More recently, MALDI-TOF MS has been used for the indirect detection of carbapenemases by a method of carbapenem hydrolysis. The latter needs a turn-around-time of up to 4 h after bacterial growth and presents a sensitivity of 77100% and specificity of 94100% [9, 14, 20, 21]. Nevertheless, difficult interpretation and doubtful results for enzymes that weakly hydrolyze carbapenems or are weakly expressed limit the use of the carbapenem hydrolysis methodology [15, 16].
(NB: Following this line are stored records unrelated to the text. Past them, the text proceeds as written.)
package org.shearstack.rules;

import java.util.ArrayList;
import java.util.List;
import java.util.Random;
import org.shearstack.profile.Profiles;
import org.shearstack.spec.BadInputException;
import org.shearstack.spec.Problem;
import org.shearstack.spec.SpecReader;
import org.shearstack.spec.SpecResult;

/**
 * Mutates a valid spec and checks the outcome: either a design, or located problems; never another
 * exception. Shared by the quick test and the bench-tagged long run.
 */
final class SpecFuzz {

    private static final String[] TOKENS = {"auto", "0", "-1 mm", "1e308 mm", "6 bar(g)", "6 mm", "", "~", "[1, 2]",
        "{a: b}", "metal", "o-ring x", "9 V at", "at", "G1/8", "608", "nan mm", "1/0", "&a x", "*a", "\"", "'",
        "0.75", "20 degC", "15000 rpm", "M3", "generic-0.4", "petg", "true", "push-in 6 mm", ": :", "- x", "\t"};

    /** Outcome counts. */
    record Counts(int designs, int rejected) {
    }

    private SpecFuzz() {
    }

    static Counts run(String valid, int cases, long seed) {
        Random random = new Random(seed);
        Profiles profiles = Profiles.shipped();
        Engine engine = RuleCatalog.engine(profiles);
        int designs = 0;
        int rejected = 0;
        for (int i = 0; i < cases; i++) {
            String mutated = mutate(valid, random);
            try {
                SpecResult r = SpecReader.read("fuzz.yaml", mutated);
                if (!r.ok()) {
                    checkLocated(r.problems(), mutated);
                    rejected++;
                    continue;
                }
                try {
                    DesignResolver.resolve(r.spec().orElseThrow(), profiles, engine);
                    designs++;
                } catch (BadInputException e) {
                    checkLocated(e.problems(), mutated);
                    rejected++;
                }
            } catch (RuntimeException | AssertionError e) {
                throw new AssertionError("case " + i + " (seed " + seed + ") failed on:\n" + mutated, e);
            }
        }
        return new Counts(designs, rejected);
    }

    private static void checkLocated(List<Problem> problems, String text) {
        if (problems.isEmpty()) {
            throw new AssertionError("rejected without problems");
        }
        long lines = text.lines().count() + 2;
        for (Problem p : problems) {
            if (!p.file().equals("fuzz.yaml") || p.line() < 1 || p.line() > lines || p.column() < 1
                    || p.format().isBlank()) {
                throw new AssertionError("badly located problem: " + p.format());
            }
        }
    }

    static String mutate(String valid, Random r) {
        List<String> lines = new ArrayList<>(valid.lines().toList());
        int edits = 1 + r.nextInt(3);
        for (int e = 0; e < edits && !lines.isEmpty(); e++) {
            int i = r.nextInt(lines.size());
            String line = lines.get(i);
            switch (r.nextInt(7)) {
                case 0 -> lines.remove(i);
                case 1 -> lines.add(i, line);
                case 2 -> {
                    int colon = line.indexOf(':');
                    if (colon >= 0) {
                        lines.set(i, line.substring(0, colon + 1) + " " + TOKENS[r.nextInt(TOKENS.length)]);
                    }
                }
                case 3 -> {
                    if (!line.isEmpty()) {
                        int at = r.nextInt(line.length());
                        lines.set(i, line.substring(0, at) + line.substring(at + 1));
                    }
                }
                case 4 -> {
                    int at = r.nextInt(line.length() + 1);
                    char c = (char) (32 + r.nextInt(95));
                    lines.set(i, line.substring(0, at) + c + line.substring(at));
                }
                case 5 -> lines.set(i, (r.nextBoolean() ? "  " : "") + line.strip());
                default -> {
                    int j = r.nextInt(lines.size());
                    lines.set(i, lines.get(j));
                    lines.set(j, line);
                }
            }
        }
        return String.join("\n", lines) + "\n";
    }
}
In addition to the high sensitivity and specificity, the methodology tested in this study also has a low cost of consumables per sample (< $1.00) [14]. The method is rapid and easy to perform as after the growth of the isolate on solid culture medium, the extraction, target spot loading and spectra acquisition can be performed in less than 20 min per sample, leading to a turnaround time of approximately 1 h for the KPC detection.

Conclusions

The method we evaluated is able to detect KPC-type carbapenemase from colony quickly, efficiently and with low cost, in addition to being easy to be implemented in the routine of clinical microbiology laboratories. Rapid detection of KPC can reduce morbidity and mortality rates, also decreasing clonal and horizontal transfer of carbapenem resistance genes, contributing to decreased antimicrobial resistance.

As other methodologies have been described for direct detection of KPC enzyme [11, 12], our study contributes on stablishing a protocol with high sensitivity and specificity, demonstrating that it must generally be adapted for each equipment and/or laboratory.